Fernando Arriero, delegado de Pastoral Juvenil de la Diócesis de Calahorra y La Calzada-Logroño, vive la buena acogida de la iniciativa como «un regalo del Resucitado», que «quiso entregarle a la diócesis estas experiencia de evangelización digital para que la cuidásemos»

El COVID-19 ha trastocado gran parte de la pastoral de las diócesis, que han tenido que adaptar sus propuestas a las medidas higiénicas y de seguridad establecidas por Sanidad. En este contexto, la tecnología ha sido un gran aliado y son muchas las organizaciones eclesiales que han trasladado sus encuentros y peregrinaciones al mundo virtual.

Es lo que ha ocurrido en la delegación de Pastoral Juvenil de la Diócesis de Calahorra y La Calzada-Logroño, que tenían prevista una peregrinación a Tierra Santa en agosto y decidieron continuar con ella pero desde los ordenadores personales de cada fiel. Lo llamaron Tierra Santa Challenge y fue un éxito rotundo. «Pensábamos que se apuntarían unos 80 jóvenes y, al final, se inscribieron 3.200 personas de varios países diferentes», comenta Fernando Arriero, delegado de Pastoral Juvenil de la diócesis, en conversación con Alfa y Omega.

Explicación de cada etapa

Cada mañana, los peregrinos recibían un PDF –ahora lo que reciben es una página web– que «comenzaba con una carta redactada de forma muy cercana hablando sobre la etapa: “Hoy vamos a ir a Cesarea marítima, prepárate, llévate el bañador…”. Luego había un vídeo de 5 minutos del lugar que se visitaba, otro video sobre un aspecto de Jesús de Nazaret que tiene que ver con el lugar que se visitaba y, por último, estaba la doble propuesta orante: una para los más avanzados en oración y otra para los que querían dedicar menos tiempo».

Tras completar la etapa, los peregrinos se sometían a un formulario de preguntas, «que nos indicaba si la habían aprovechado bien.
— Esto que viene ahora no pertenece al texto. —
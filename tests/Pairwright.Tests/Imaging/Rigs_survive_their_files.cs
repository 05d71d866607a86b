using MathNet.Numerics.LinearAlgebra;
using OpenCvSharp;
using Pairwright.Geometry;
using Pairwright.Imaging;
using Xunit;

namespace Pairwright.Tests.Imaging;

public class Rigs_survive_their_files
{
    [Fact]
    public void A_rig_comes_back_exact_to_the_last_bit_with_its_covariance()
    {
        using var folder = new TestFolder();
        for (var seed = 0; seed < 20; seed++)
        {
            var rig = Random(seed, withCovariance: seed % 2 == 0);
            RigFile.Write(rig, folder.Path("rig.yaml"));

            var back = RigFile.Read(folder.Path("rig.yaml"));

            Assert.Equal(rig.Left, back.Left);
            Assert.Equal(rig.Right, back.Right);
            Assert.Equal(rig.RightFromLeft, back.RightFromLeft);
            Assert.Equal(rig.Covariance?.ToRowMajorArray(), back.Covariance?.ToRowMajorArray());
            Assert.Equal(Provenance.OfFile(folder.Path("rig.yaml")), back.Provenance);
        }
    }

    [Fact]
    public void What_is_written_does_not_depend_on_the_machine()
    {
        using var folder = new TestFolder();
        RigFile.Write(RigFile.Read(folder.Write("rig.yaml", Typed())), folder.Path("one.yaml"));
        RigFile.Write(RigFile.Read(folder.Path("one.yaml")), folder.Path("two.yaml"));

        Assert.Equal(File.ReadAllText(folder.Path("one.yaml")), File.ReadAllText(folder.Path("two.yaml")));
    }

    [Theory]
    [InlineData(LengthUnit.Centimetre, 10)]
    [InlineData(LengthUnit.Metre, 1000)]
    [InlineData(LengthUnit.Inch, 25.4)]
    public void Lengths_in_another_unit_are_converted_and_their_covariance_with_them(LengthUnit unit, double millimetres)
    {
        using var folder = new TestFolder();
        var rig = Random(3, withCovariance: true);
        RigFile.Write(rig, folder.Path("rig.yaml"), unit);

        var back = RigFile.Read(folder.Path("rig.yaml"));

        Assert.Equal(rig.BaselineMm, back.BaselineMm, 1e-12 * rig.BaselineMm);
        for (var i = 0; i < RigParameters.Count; i++)
        {
            Assert.Equal(rig.StandardUncertainty(i), back.StandardUncertainty(i), 1e-12 * rig.StandardUncertainty(i));
        }

        Assert.Contains(
            (rig.RightFromLeft.Translation.X / millimetres).ToString("R", System.Globalization.CultureInfo.InvariantCulture), File.ReadAllText(folder.Path("rig.yaml")));
    }

    [Fact]
    public void A_typed_file_is_read_with_what_it_leaves_out()
    {
        using var folder = new TestFolder();

        var rig = RigFile.Read(folder.Write("typed.yaml", Typed()));

        Assert.Equal(new Camera(new(700, 701, 320, 240), new(640, 480), new(k1: -0.1, p2: 0.001)), rig.Left);
        Assert.True(rig.Right.Distortion.IsNone);
        Assert.Equal(new Vector3D(-120, 0, 0), rig.RightFromLeft.Translation);
        Assert.Equal(0.01, Rotation.ToVector(rig.RightFromLeft.Rotation).Y, 1e-15);
        Assert.Equal(2, rig.StandardUncertainty(RigParameters.TranslationStart), 1e-12); // 4e-6 m², which is 2 mm
        Assert.Equal(0, rig.StandardUncertainty(0));
    }

    // Each row: what of the typed file is replaced by what, and the words that the sentence has to hold.
    [Theory]
    [InlineData("[700, 0, 320]", "[0, 0, 320]", "left.camera-matrix", "singular")]
    [InlineData("[700, 0, 320]", "[.nan, 0, 320]", "left.camera-matrix[1][1]", "not a finite number")]
    [InlineData("[700, 0, 320]", "[700, 0, 1e999]", "left.camera-matrix[1][3]", "not a finite number")]
    [InlineData("[700, 0, 320]", "[700, 5, 320]", "left.camera-matrix", "form")]
    [InlineData("[700, 0, 320]", "[700, 320]", "left.camera-matrix[1]", "2 parts instead of 3")]
    [InlineData("rotation-vector: [0, 0.01, 0]", "rotation: [[1, 0, 0], [0, 1, 0], [0, 0, -1]]", "right-from-left.rotation", "not a rotation")]
    [InlineData("rotation-vector: [0, 0.01, 0]", "rotation: [[1, 0.1, 0], [0, 1, 0], [0, 0, 1]]", "right-from-left.rotation", "not a rotation")]
    [InlineData("rotation-vector", "rotation-vektor", "right-from-left", "rotation-vektor")]
    [InlineData("translation: [-0.12, 0, 0]", "translation: [0, 0, 0]", "right-from-left.translation", "zero")]
    [InlineData("version: 1", "version: 2", "version", "newer")]
    [InlineData("version: 1", "version: one", "version", "'one'")]
    [InlineData("kind: pairwright-rig", "kind: recipe", "kind", "recipe")]
    [InlineData("lengths: m", "lengths: furlong", "lengths", "furlong")]
    [InlineData("picture: [640, 480]", "picture: [640, -480]", "left.picture[2]", "-480")]
    [InlineData("k1: -0.1", "k9: -0.1", "left.distortion", "k9")]
    [InlineData("[translation x]", "[translation w]", "covariance.parameters[1]", "translation w")]
    [InlineData("[[4e-6]]", "[[-4e-6]]", "covariance.lower-triangle[1]", "below zero")]
    [InlineData("[[4e-6]]", "[[4e-6], [1, 2]]", "covariance.lower-triangle", "2 parts instead of 1")]
    [InlineData("right:", "wrong:", "wrong", "allowed")]
    [InlineData("kind: pairwright-rig", "kind: pairwright-rig: x", "line 1", "YAML")]
    public void A_wrong_entry_is_refused_by_file_line_and_name(string entry, string replacement, string named, string reason)
    {
        using var folder = new TestFolder();
        Assert.Contains(entry, Typed());
        var path = folder.Write("wrong.yaml", Typed().Replace(entry, replacement));

        var message = Assert.Throws<UserErrorException>(() => RigFile.Read(path)).Message;

        Assert.Contains($"'{path}'", message);
        Assert.Contains("line ", message);
        Assert.Contains(named, message);
        Assert.Contains(reason, message);
        Assert.EndsWith(".", message);
    }

    [Theory]
    [InlineData("")]
    [InlineData("- 1\n- 2\n")]
    [InlineData("kind: [pairwright-rig\n")]
    [InlineData("a: b\n---\nc: d\n")]
    [InlineData("\u0089PNG\u0001\u0002")]
    public void A_file_that_is_no_rig_is_refused_by_name(string content)
    {
        using var folder = new TestFolder();
        var path = folder.Write("none.yaml", content);

        Assert.Contains(path, Assert.Throws<UserErrorException>(() => RigFile.Read(path)).Message);
    }

    [Fact]
    public void A_missing_file_is_said_to_be_missing() =>
        Assert.Contains("absent.yaml", Assert.Throws<UserErrorException>(() => RigFile.Read("absent.yaml")).Message);

    [Fact]
    public void A_rectified_geometry_comes_back_exact_to_the_last_bit()
    {
        using var folder = new TestFolder();

        // Source: the published calibration figures of the Middlebury 2014 scene Motorcycle, typed from memory.
        var geometry = new RectifiedGeometry(3997.684, 193.001, 131.111, 1176.728, 1011.728, new(2964, 2000));
        RectifiedGeometryFile.Write(geometry, folder.Path("pair.yaml"));

        Assert.Equal(geometry, RectifiedGeometryFile.Read(folder.Path("pair.yaml")));
    }

    [Theory]
    [InlineData("baseline: -2", "baseline", "above zero")]
    [InlineData("baseline: wide", "baseline", "'wide'")]
    [InlineData("", "the file", "baseline")]
    public void A_wrong_rectified_geometry_is_refused_by_entry(string baseline, string named, string reason)
    {
        using var folder = new TestFolder();
        var path = folder.Write(
            "pair.yaml", $"kind: pairwright-rectified-geometry\nversion: 1\nlengths: inch\npicture: [10, 20]\nfocal: 100\n{baseline}\ncentre: [1, 2]\n");

        var message = Assert.Throws<UserErrorException>(() => RectifiedGeometryFile.Read(path)).Message;

        Assert.Contains(path, message);
        Assert.Contains(named, message);
        Assert.Contains(reason, message);
    }

    // Source: the intrinsics published with the boards of Debian's package opencv-doc; figures read off the file by eye.
    [SkippableFact]
    public void Published_matrices_are_read_beside_a_pose_of_our_own_in_the_same_form()
    {
        using var folder = new TestFolder();
        var pose = folder.Write("pose.yml", Storage("R", 3, 1, "0., 0.01, 0.") + Storage("T", 3, 1, "-3.3, 0., 0.").Replace("%YAML:1.0\n", ""));

        var rig = RigFile.ReadMatrices(OpenData.Find("published/intrinsics.yml"), new(640, 480), posePath: pose, lengths: LengthUnit.Inch);

        Assert.Equal(new CameraMatrix(5.3480326845051309e+02, 5.3480326845051309e+02, 3.3568643204394891e+02, 2.4066183054066337e+02), rig.Left.Matrix);
        Assert.Equal(-1.6916358306948096e-01, rig.Right.Distortion.K1);
        Assert.Equal(-3.3 * 25.4, rig.RightFromLeft.Translation.X, 1e-12);
        Assert.Equal(0.01, Rotation.ToVector(rig.RightFromLeft.Rotation).Y, 1e-15);
        Assert.Equal(2, rig.Provenance.Inputs.Length);
    }

    // Source: OpenCV's own writer, in each of its forms and with names of the caller's.
    [Theory]
    [InlineData("rig.yml")]
    [InlineData("rig.xml")]
    [InlineData("rig.json")]
    public void Matrices_that_OpenCV_wrote_are_read_exactly(string name)
    {
        using var folder = new TestFolder();
        var rotation = Rotation.FromVector(new(0.1, -0.2, 0.3));
        using (var storage = new FileStorage(folder.Path(name), FileStorage.Modes.Write))
        {
            Write(storage, "cameraLeft", 3, 3, 812.345678901234567, 0, 333.3, 0, 810.1, 222.2, 0, 0, 1);
            Write(storage, "lensLeft", 1, 8, -0.1, 0.02, 1e-4, -2e-4, 0.003, 0.4, 0.05, 0.006);
            Write(storage, "cameraRight", 3, 3, 800, 0, 300, 0, 801, 200, 0, 0, 1);
            Write(storage, "lensRight", 4, 1, -0.2, 0.01, 0, 0);
            Write(storage, "turn", 3, 3, rotation.M11, rotation.M12, rotation.M13, rotation.M21, rotation.M22, rotation.M23, rotation.M31, rotation.M32, rotation.M33);
            Write(storage, "shift", 3, 1, -99.5, 1, 2);
        }

        var rig = RigFile.ReadMatrices(
            folder.Path(name), new(640, 480), new(600, 400), names: new("cameraLeft", "lensLeft", "cameraRight", "lensRight", "turn", "shift"));

        Assert.Equal(new Camera(new(812.345678901234567, 810.1, 333.3, 222.2), new(640, 480), new(-0.1, 0.02, 1e-4, -2e-4, 0.003, 0.4, 0.05, 0.006)), rig.Left);
        Assert.Equal(new Camera(new(800, 801, 300, 200), new(600, 400), new(-0.2, 0.01)), rig.Right);
        Assert.Equal(rotation, rig.RightFromLeft.Rotation);
        Assert.Equal(new Vector3D(-99.5, 1, 2), rig.RightFromLeft.Translation);
    }

    [Theory]
    [InlineData("M1", 3, 3, "0., 0., 3., 0., 5., 2., 0., 0., 1.", "singular")]
    [InlineData("M1", 3, 3, ".Nan, 0., 3., 0., 5., 2., 0., 0., 1.", "not finite")]
    [InlineData("M2", 3, 2, "5., 0., 3., 0., 5., 2.", "3 × 2")]
    [InlineData("D1", 1, 12, "0., 0., 0., 0., 0., 0., 0., 0., 0.1, 0., 0., 0.", "eighth")]
    [InlineData("R", 3, 3, "1., 0., 0., 0., 1., 0., 0., 0., -1.", "not a rotation")]
    [InlineData("R", 3, 3, "2., 0., 0., 0., 2., 0., 0., 0., 2.", "not a rotation")]
    [InlineData("T", 2, 1, "1., 0.", "2 numbers")]
    [InlineData("T", 3, 1, "0., 0., 0.", "zero")]
    public void A_wrong_matrix_is_refused_by_file_and_name(string name, int rows, int columns, string data, string reason)
    {
        using var folder = new TestFolder();
        var matrices = new Dictionary<string, string>
        {
            ["M1"] = Storage("M1", 3, 3, "5., 0., 3., 0., 5., 2., 0., 0., 1."), ["D1"] = Storage("D1", 1, 5, "0., 0., 0., 0., 0."),
            ["M2"] = Storage("M2", 3, 3, "5., 0., 3., 0., 5., 2., 0., 0., 1."), ["D2"] = Storage("D2", 1, 5, "0., 0., 0., 0., 0."),
            ["R"] = Storage("R", 3, 3, "1., 0., 0., 0., 1., 0., 0., 0., 1."), ["T"] = Storage("T", 3, 1, "-50., 0., 0."),
        };
        string Text() => "%YAML:1.0\n" + string.Concat(matrices.Values.Select(text => text.Replace("%YAML:1.0\n", "")));
        Assert.Equal(50, RigFile.ReadMatrices(folder.Write("right.yml", Text()), new(6, 4)).BaselineMm);

        matrices[name] = Storage(name, rows, columns, data);
        var path = folder.Write("wrong.yml", Text());
        var message = Assert.Throws<UserErrorException>(() => RigFile.ReadMatrices(path, new(6, 4))).Message;

        Assert.Contains($"'{path}'", message);
        Assert.Contains($"'{name}'", message);
        Assert.Contains(reason, message);
    }

    [Theory]
    [InlineData("no storage at all")]
    [InlineData("%YAML:1.0\nM1: !!opencv-matrix\n  rows: x\n")]
    [InlineData("<?xml version=\"1.0\"?>\n<opencv_storage><M1")]
    [InlineData("")]
    public void A_broken_storage_is_refused_by_name(string content)
    {
        using var folder = new TestFolder();
        var path = folder.Write("broken.yml", content);

        Assert.Contains(path, Assert.Throws<UserErrorException>(() => RigFile.ReadMatrices(path, new(6, 4))).Message);
    }

    [Fact]
    public void Matrices_where_a_rig_is_wanted_are_told_where_to_go()
    {
        using var folder = new TestFolder();
        var path = folder.Write("matrices.yml", Storage("M1", 1, 1, "1."));

        Assert.Contains("ReadMatrices", Assert.Throws<UserErrorException>(() => RigFile.Read(path)).Message);
    }

    private static string Typed() =>
        """
        kind: pairwright-rig
        version: 1
        lengths: m
        left:
          picture: [640, 480]
          camera-matrix: [[700, 0, 320], [0, 701, 240], [0, 0, 1]]
          distortion: {k1: -0.1, p2: 0.001}
        right:
          picture: [800, 600]
          camera-matrix: [[900, 0, 400], [0, 900, 300], [0, 0, 1]]
        right-from-left:
          rotation-vector: [0, 0.01, 0]
          translation: [-0.12, 0, 0]
        covariance:
          parameters: [translation x]
          lower-triangle: [[4e-6]]
        """;

    private static string Storage(string name, int rows, int columns, string data) =>
        $"%YAML:1.0\n{name}: !!opencv-matrix\n   rows: {rows}\n   cols: {columns}\n   dt: d\n   data: [ {data} ]\n";

    private static void Write(FileStorage storage, string name, int rows, int columns, params double[] values)
    {
        using var mat = Mat.FromPixelData(rows, columns, MatType.CV_64FC1, values);
        storage.Write(name, mat);
    }

    private static Rig Random(int seed, bool withCovariance)
    {
        var random = new Random(seed);
        double Next(double scale) => (2 * random.NextDouble() - 1) * scale;
        Camera Camera() => new(
            new(800 + Next(300), 800 + Next(300), 320 + Next(50), 240 + Next(50)),
            new(640, 480),
            new(Next(0.2), Next(0.1), Next(1e-3), Next(1e-3), Next(0.01), Next(0.01), Next(0.01), Next(1e-300)));
        Matrix<double>? covariance = null;
        if (withCovariance)
        {
            // Of lower rank and with parameters held fixed, as calibrations give it.
            var free = Enumerable.Range(0, RigParameters.Count).Where(i => i % 12 < 9 || i >= 24).ToArray();
            var factors = Matrix<double>.Build.Dense(RigParameters.Count, 40, (i, _) => free.Contains(i) ? Next(1e-3) : 0);
            covariance = factors * factors.Transpose();
            covariance = (covariance + covariance.Transpose()) / 2;
        }

        return new(Camera(), Camera(), Pose.FromVectors(new(Next(0.3), Next(0.3), Next(0.3)), new(-100 + Next(50), Next(5), Next(5))), covariance);
    }
}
Si la habían aprovechado, les mandábamos la siguiente etapa y si habían tenido muy poca puntuación, le decíamos que repasara un poco más y que volviera a intentar el formulario al día siguiente», explica Arriero.

Además, durante todo el proceso existía la posibilidad del acompañamiento personal. «Teníamos un equipo de 100 acompañantes a los que se les asignaba un grupo de peregrinos y, vía email, iban compartiendo la experiencia. Queríamos evitar que la gente pensara que era un curso. No, era –y es– un itinerario espiritual», asegura el delegado.

Un regalo del Resucitado

El éxito de la iniciativa –que entre los sucesivos challenge ha llegado a 20.000 peregrinos de más de 50 países distintos–, Fernando Arriero lo vive como «un regalo del Resucitado», que «quiso entregarle a la diócesis estas experiencia de evangelización digital para que la cuidásemos».
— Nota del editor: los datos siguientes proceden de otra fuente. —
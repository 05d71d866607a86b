using System.Text;

namespace Pairwright.Notebook.Drawing;

/// <summary>The sheet that one object draws of itself: a title, numbers, figures, notes and, folded away, where it came from.</summary>
/// <remarks>A card brings its own light ground and its own styles, so that it reads the same in a dark notebook and in a saved page.</remarks>
internal sealed class Card(string title, string? subtitle = null)
{
    private const string Style =
        ".pw-card{background:#fdfdfb;color:#1c2830;color-scheme:light;border:1px solid #c9cfd2;border-radius:6px;padding:12px 16px;margin:6px 0;"
        + "font:14px/1.45 system-ui,-apple-system,\"Segoe UI\",Roboto,\"Noto Sans\",sans-serif;max-width:1000px;box-sizing:border-box;text-align:left}"
        + ".pw-card .pw-h{font-size:16px;font-weight:650;margin:0}.pw-card .pw-sub{color:#54626d;margin:1px 0 8px}"
        + ".pw-card .pw-facts{display:grid;grid-template-columns:repeat(auto-fill,minmax(230px,1fr));gap:5px 18px;margin:8px 0}"
        + ".pw-card .pw-facts div{border-left:3px solid #c9d6de;padding-left:8px}"
        + ".pw-card .pw-facts .pw-k{display:block;color:#54626d;font-size:12px;border:0;padding:0}"
        + ".pw-card .pw-facts .pw-v{font-variant-numeric:tabular-nums;border:0;padding:0}"
        + ".pw-card table{border-collapse:collapse;margin:8px 0;font-size:13px;font-variant-numeric:tabular-nums;color:#1c2830;background:transparent}"
        + ".pw-card th{text-align:left;font-weight:600;color:#54626d;border-bottom:1px solid #aeb7bc;padding:2px 12px 3px 0;background:transparent}"
        + ".pw-card td{border-bottom:1px solid #e6e9ea;padding:2px 12px 2px 0;text-align:left;background:transparent;vertical-align:top}"
        + ".pw-card td.pw-n,.pw-card th.pw-n{text-align:right}"
        + ".pw-card .pw-row{display:flex;flex-wrap:wrap;gap:10px 14px;align-items:flex-start;margin:8px 0}.pw-card .pw-row>div{min-width:0}"
        + ".pw-card .pw-cap{color:#54626d;font-size:12.5px;margin:2px 0 0 0;max-width:62em}"
        + ".pw-card .pw-note{margin:5px 0;padding:4px 10px;border-left:3px solid #7d93a1;background:#eef2f4}"
        + ".pw-card .pw-warn{border-left-color:#9a6b00;background:#fbf3dc}"
        + ".pw-card details{margin-top:8px;color:#54626d;font-size:12.5px}.pw-card summary{cursor:pointer}"
        + ".pw-card code{font-family:ui-monospace,Menlo,Consolas,\"DejaVu Sans Mono\",monospace;font-size:12px;background:transparent;color:inherit;overflow-wrap:anywhere}";

    private readonly StringBuilder body = new();

    /// <summary>Numbers that matter, each under its name.</summary>
    public Card Facts(params IEnumerable<(string Name, string Value)> facts)
    {
        body.Append("<div class=\"pw-facts\">");
        foreach (var (name, value) in facts)
        {
            body.Append($"<div><span class=\"pw-k\">{Markup.Escape(name)}</span><span class=\"pw-v\">{Markup.Escape(value)}</span></div>");
        }

        body.Append("</div>");
        return this;
    }

    /// <summary>A table; columns after the first are numbers and stand to the right.</summary>
    public Card Table(IEnumerable<string> heads, IEnumerable<IEnumerable<string>> rows, int textColumns = 1)
    {
        body.Append(TableOf(heads, rows, textColumns));
        return this;
    }

    /// <summary>A sentence.</summary>
    public Card Note(string text) => Paragraph("pw-note", text);

    /// <summary>A sentence that asks for attention: it begins with the word, so that colour is not needed.</summary>
    public Card Warning(string text) => Paragraph("pw-note pw-warn", "Attention: " + text);

    /// <summary>Each sentence that asks for attention on its own.</summary>
    public Card Warnings(IEnumerable<string> texts) => texts.Aggregate(this, (card, text) => card.Warning(text));

    public Card Caption(string text) => Paragraph("pw-cap", text);

    /// <summary>Drawings beside one another, as far as the page is wide.</summary>
    public Card Row(params IEnumerable<Svg> drawings)
    {
        body.Append("<div class=\"pw-row\">");
        foreach (var drawing in drawings)
        {
            body.Append($"<div>{drawing.ToMarkup()}</div>");
        }

        body.Append("</div>");
        return this;
    }

    /// <summary>Drawings beside one another, the members of each group above one another.</summary>
    public Card Columns(params IEnumerable<IEnumerable<Svg>> columns)
    {
        body.Append("<div class=\"pw-row\">");
        foreach (var column in columns)
        {
            body.Append($"<div>{Markup.Concat(column.Select(drawing => new Markup($"<div>{drawing.ToMarkup()}</div>")))}</div>");
        }

        body.Append("</div>");
        return this;
    }

    public Card Raw(Markup markup)
    {
        body.Append(markup);
        return this;
    }

    /// <summary>Something folded away.</summary>
    public Card Details(string summary, Markup content)
    {
        body.Append($"<details><summary>{Markup.Escape(summary)}</summary>{content}</details>");
        return this;
    }

    /// <summary>Where the object came from, folded away.</summary>
    public Card From(Provenance provenance)
    {
        if (provenance.Inputs.IsEmpty && provenance.Steps.IsEmpty)
        {
            return this;
        }

        var text = new StringBuilder();
        if (!provenance.Steps.IsEmpty)
        {
            text.Append(TableOf(["step", "settings"], provenance.Steps.Select(step => new[] { step.Name, step.Settings }), 2));
        }

        if (!provenance.Inputs.IsEmpty)
        {
            text.Append(TableOf(["file", "SHA-256"], provenance.Inputs.Select(input => new[] { input.Name, input.Sha256 }), 2));
        }

        text.Append($"<p>Pairwright {Markup.Escape(Provenance.Version)}</p>");
        return Details("Where this came from", new(text.ToString()));
    }

    public string ToHtml()
    {
        var under = subtitle is null ? "" : $"<p class=\"pw-sub\">{Markup.Escape(subtitle)}</p>";
        return $"<div class=\"pw-card\"><style>{Style}</style><p class=\"pw-h\">{Markup.Escape(title)}</p>{under}{body}</div>";
    }

    internal static string TableOf(IEnumerable<string> heads, IEnumerable<IEnumerable<string>> rows, int textColumns = 1)
    {
        var table = new StringBuilder("<table><thead><tr>");
        foreach (var (index, head) in heads.Index())
        {
            table.Append($"<th{Align(index)}>{Markup.Escape(head)}</th>");
        }

        table.Append("</tr></thead><tbody>");
        foreach (var row in rows)
        {
            table.Append("<tr>");
            foreach (var (index, cell) in row.Index())
            {
                table.Append($"<td{Align(index)}>{Markup.Escape(cell)}</td>");
            }

            table.Append("</tr>");
        }

        return table.Append("</tbody></table>").ToString();

        string Align(int column) => column < textColumns ? "" : " class=\"pw-n\"";
    }

    private Card Paragraph(string style, string text)
    {
        body.Append($"<p class=\"{style}\">{Markup.Escape(text)}</p>");
        return this;
    }
}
También le revela que «hay algunas claves que han conectado con la gente, como son la cercanía, un toque de humor, una teología y una espiritualidad fresca, las explicaciones muy pedagógicos y la presencia del tema cultura que hace que sea una iniciativa abierta a todos».

Nuevos challenges

Tras la buena acogida de este primer challenge, «vemos que este regalo no nos lo podemos guardar» y cuando en la diócesis se canceló la peregrinación diocesana a Lourdes, surge el Lourdes Challenge. Ocurre lo mismo con el Camino de Santiago. Y ahora la nueva propuesta es el Auschwitz Challegen, de la mano de Etty Hillesum. «La idea es presentar un abanico grande de propuestas para que entren todos y que la iniciativa puede llegar no solo a la gente de casa», asegura el delegado de Pastoral Juvenil. «Lourdes Challenge tiene un destinatario claro, pero el Camino de Santiago es más abierto y el Auschwitz Challenge es para ver que todas las tradiciones religiosas compartimos unos valores que son evangélicos. Se está apuntando gente muy diversas, de universidad, del ámbito judío y gente muy muy culta…»
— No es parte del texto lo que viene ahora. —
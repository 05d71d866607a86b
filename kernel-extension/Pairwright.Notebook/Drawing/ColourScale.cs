namespace Pairwright.Notebook.Drawing;

/// <summary>Maps 0 to 1 to colours whose lightness only rises, so that the order survives grey printing and colour blindness.</summary>
/// <remarks>A few anchors are joined by straight lines in Oklab (Ottosson 2020), where equal steps look about equal.</remarks>
internal sealed class ColourScale
{
    private const int Steps = 256;
    private readonly (byte R, byte G, byte B)[] table = new (byte R, byte G, byte B)[Steps];

    private ColourScale(params (double Lightness, double A, double B)[] anchors)
    {
        for (var i = 0; i < Steps; i++)
        {
            var along = i / (Steps - 1.0) * (anchors.Length - 1);
            var before = Math.Min((int)along, anchors.Length - 2);
            var share = along - before;
            var (from, to) = (anchors[before], anchors[before + 1]);
            table[i] = Colour(
                from.Lightness + share * (to.Lightness - from.Lightness),
                from.A + share * (to.A - from.A),
                from.B + share * (to.B - from.B));
        }
    }

    /// <summary>For disparities and depths: deep blue over green to pale yellow.</summary>
    public static ColourScale Heights { get; } =
        new((0.25, 0.02, -0.13), (0.42, -0.04, -0.10), (0.58, -0.09, -0.02), (0.75, -0.08, 0.11), (0.95, -0.02, 0.10));

    /// <summary>For shares and confidences: dark to light without a hue of its own.</summary>
    public static ColourScale Shares { get; } = new((0.22, 0.01, -0.03), (0.60, 0.03, 0.03), (0.96, 0.00, 0.02));

    /// <summary>For uncertainties: pale where it is small, dark red where it is large, so that trouble stands out on paper.</summary>
    public static ColourScale Spreads { get; } = new((0.96, 0.00, 0.02), (0.80, 0.06, 0.09), (0.58, 0.15, 0.09), (0.33, 0.13, 0.04));

    public (byte R, byte G, byte B) At(double share) => table[(int)Math.Round(Math.Clamp(share, 0, 1) * (Steps - 1))];

    // Oklab to sRGB, coefficients from Ottosson's publication (B. Ottosson, "A perceptual color space for image processing", 2020), from memory;
    // a test holds white, black and the sRGB primaries against it.
    internal static (byte R, byte G, byte B) Colour(double lightness, double a, double b)
    {
        var l = Math.Pow(lightness + 0.3963377774 * a + 0.2158037573 * b, 3);
        var m = Math.Pow(lightness - 0.1055613458 * a - 0.0638541728 * b, 3);
        var s = Math.Pow(lightness - 0.0894841775 * a - 1.2914855480 * b, 3);
        return (
            Encoded(4.0767416621 * l - 3.3077115913 * m + 0.2309699292 * s),
            Encoded(-1.2684380046 * l + 2.6097574011 * m - 0.3413193965 * s),
            Encoded(-0.0041960863 * l - 0.7034186147 * m + 1.7076147010 * s));
    }

    private static byte Encoded(double linear)
    {
        var value = linear <= 0.0031308 ? 12.92 * linear : 1.055 * Math.Pow(linear, 1 / 2.4) - 0.055;
        return (byte)Math.Clamp(Math.Round(255 * value), 0, 255);
    }
}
El objetivo último es «el encuentro con Jesús de Nazaret», asegura Fernando Arriero. Al final, «lo que proponemos es un itinerario real de espiritualidad para facilitar ese encuentro».

Y además del fruto espiritual, también lo hay económico: «Siempre dejamos abierta la puerta de las donaciones, que posteriormente entregamos a obras sociales». En este campo la iniciativa también ha experimentado un rotundo éxito, pues «después de unos de los challenge le entregamos a Cáritas Rioja casi 15.000 euros. Fue una alegría poder ayudar a otras realidades que ahora están muy doloridas», concluye.